Visual Question Answering (VQA) is a challenging task of natural language processing (NLP) and computer vision (CV), attracting significant attention from researchers. English is a resource-rich language that has witnessed various developments in datasets and models for visual question answering. Visual question answering in other languages also would be developed for resources and models. In addition, there is no multilingual dataset targeting the visual content of a particular country with its own objects and cultural characteristics. To address the weakness, we provide the research community with a benchmark dataset named EVJVQA, including 33,000+ pairs of question-answer over three languages: Vietnamese, English, and Japanese, on approximately 5,000 images taken from Vietnam for evaluating multilingual VQA systems or models. EVJVQA is used as a benchmark dataset for the challenge of multilingual visual question answering at the 9th Workshop on Vietnamese Language and Speech Processing (VLSP 2022). This task attracted 62 participant teams from various universities and organizations. In this article, we present details of the organization of the challenge, an overview of the methods employed by shared-task participants, and the results. The highest performances are 0.4392 in F1-score and 0.4009 in BLUE on the private test set. The multilingual QA systems proposed by the top 2 teams use ViT for the pre-trained vision model and mT5 for the pre-trained language model, a powerful pre-trained language model based on the transformer architecture. EVJVQA is a challenging dataset that motivates NLP and CV researchers to further explore the multilingual models or systems for visual question answering systems. We released the challenge on the Codalab evaluation system for further research.

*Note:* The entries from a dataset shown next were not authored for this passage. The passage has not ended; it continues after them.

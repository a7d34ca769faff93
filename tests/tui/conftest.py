"""UI tests answer dialogs at once: the 300 ms key guard (tui.screens.dialogs.GUARD_S)
is off here, except in the test that checks the guard itself."""

import pytest

import probelog.tui.screens.dialogs as dialogs


@pytest.fixture(autouse=True)
def no_key_guard(monkeypatch):
    monkeypatch.setattr(dialogs, "GUARD_S", 0.0)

翻译：视觉问答（VQA）是自然语言处理与计算机视觉领域的一项具有挑战性的任务，吸引了研究人员的广泛关注。英语作为资源丰富的语言，其在视觉问答数据集与模型方面已取得诸多进展。其他语言的视觉问答也需相应发展其资源与模型。此外，目前尚无针对特定国家视觉内容（包含该国特有物品与文化特征）的多语言数据集。为解决这一不足，我们向研究界提供了一个名为EVJVQA的基准数据集，该数据集包含33000余组问答对，涵盖越南语、英语和日语三种语言，基于约5000张越南实地拍摄图像构建，用于评估多语言VQA系统或模型。EVJVQA被用作第九届越南语言与语音处理研讨会（VLSP 2022）多语言视觉问答挑战赛的基准数据集。该任务吸引了来自不同大学和研究机构的62支参赛队伍。本文详细介绍了该挑战赛的组织细节、共享任务参与者所采用方法的概述及其结果。在私有测试集上，最佳性能表现为F1分数0.4392与BLUE分数0.4009。排名前两位团队提出的多语言问答系统均采用ViT作为预训练视觉模型，以及基于Transformer架构的强大预训练语言模型mT5。EVJVQA是一个具有挑战性的数据集，能够激励自然语言处理与计算机视觉领域的研究人员进一步探索面向视觉问答系统的多语言模型或系统。我们已将挑战赛发布至Codalab评估系统，以支持后续研究。